● **Instructions to follow**:
Would you reproduce, without any alteration, the lines from the opening line of the entries through the line that has "axis := d.Axis()" in it?

● **Listed records**:

// givenOnce returns a recorder of input steps under pre that records each ID once per log and
// hands back its quantity on later calls.
func givenOnce(l *trace.Log, pre string) func(id, title, symbol, unit string, v float64) trace.Q {
	seen := map[string]trace.Q{}
	return func(id, title, symbol, unit string, v float64) trace.Q {
		if q, ok := seen[id]; ok {
			return q
		}
		q := l.Add(trace.Input(pre+id, title, "input", symbol, unit, v))
		seen[id] = q
		return q
	}
}

// areaLoad returns the load of an area load w over the area A, F = w·A (statics).
func areaLoad(id, title, symbol string, w, a trace.Q) trace.Step {
	return trace.Formula(id, title, "common practice (statics)", symbol, "N", w.V*a.V, "w * A", trace.A("w", w), trace.A("A", a))
}

// edgeMoments records, for each frame direction, the sum of the cantilever slabs' moments on the
// joint of the column at (i, j), permanent and imposed by category (EdgeMoment).
func edgeMoments(l *trace.Log, pre, level string, i, j int, mg [2][]trace.Q, mq [2]map[string][]trace.Q) [2]EdgeMoment {
	var out [2]EdgeMoment
	for d := DirX; d <= DirY; d++ {
		if len(mg[d]) == 0 {
			continue
		}
		axis := d.Axis()
		side := 1.0 // beyond the first line
		if (d == DirX && i > 0) || (d == DirY && j > 0) {
			side = -1
		}
		what := "Moment of the cantilever slabs on the joint at level " + level + ", about " + axis + " (frames along " + d.String() + "), "
		note := "Tension on the column's inner face (away from the cantilever) at the top of the lift below the joint, on its outer face at the bottom of the lift above; the column-moment analysis shares it between them."
		e := EdgeMoment{Clockwise: side, Q: map[string]trace.Q{}}
		e.G = l.Add(Sum(pre+"cant/"+axis+"/M_G", what+"permanent", "common practice (statics)", "M_cant,G,"+axis, "Nmm", mg[d]).Note(note))
		for _, c := range keys(mq[d]) {
			e.Q[c] = l.Add(Sum(pre+"cant/"+axis+"/M_Q"+c, what+"imposed, category "+c, "common practice (statics)", "M_cant,Q"+c+","+axis, "Nmm", mq[d][c]).Note(note))
		}
		out[d] = e
	}
	return out
}

// keys returns the keys of a map, sorted.
func keys[V any](m map[string]V) []string { return slices.Sorted(maps.Keys(m)) }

● **Problem solution**:
// givenOnce returns a recorder of input steps under pre that records each ID once per log and
// hands back its quantity on later calls.
func givenOnce(l *trace.Log, pre string) func(id, title, symbol, unit string, v float64) trace.Q {
	seen := map[string]trace.Q{}
	return func(id, title, symbol, unit string, v float64) trace.Q {
		if q, ok := seen[id]; ok {
			return q
		}
		q := l.Add(trace.Input(pre+id, title, "input", symbol, unit, v))
		seen[id] = q
		return q
	}
}

// areaLoad returns the load of an area load w over the area A, F = w·A (statics).
func areaLoad(id, title, symbol string, w, a trace.Q) trace.Step {
	return trace.Formula(id, title, "common practice (statics)", symbol, "N", w.V*a.V, "w * A", trace.A("w", w), trace.A("A", a))
}

// edgeMoments records, for each frame direction, the sum of the cantilever slabs' moments on the
// joint of the column at (i, j), permanent and imposed by category (EdgeMoment).
func edgeMoments(l *trace.Log, pre, level string, i, j int, mg [2][]trace.Q, mq [2]map[string][]trace.Q) [2]EdgeMoment {
	var out [2]EdgeMoment
	for d := DirX; d <= DirY; d++ {
		if len(mg[d]) == 0 {
			continue
		}
		axis := d.Axis()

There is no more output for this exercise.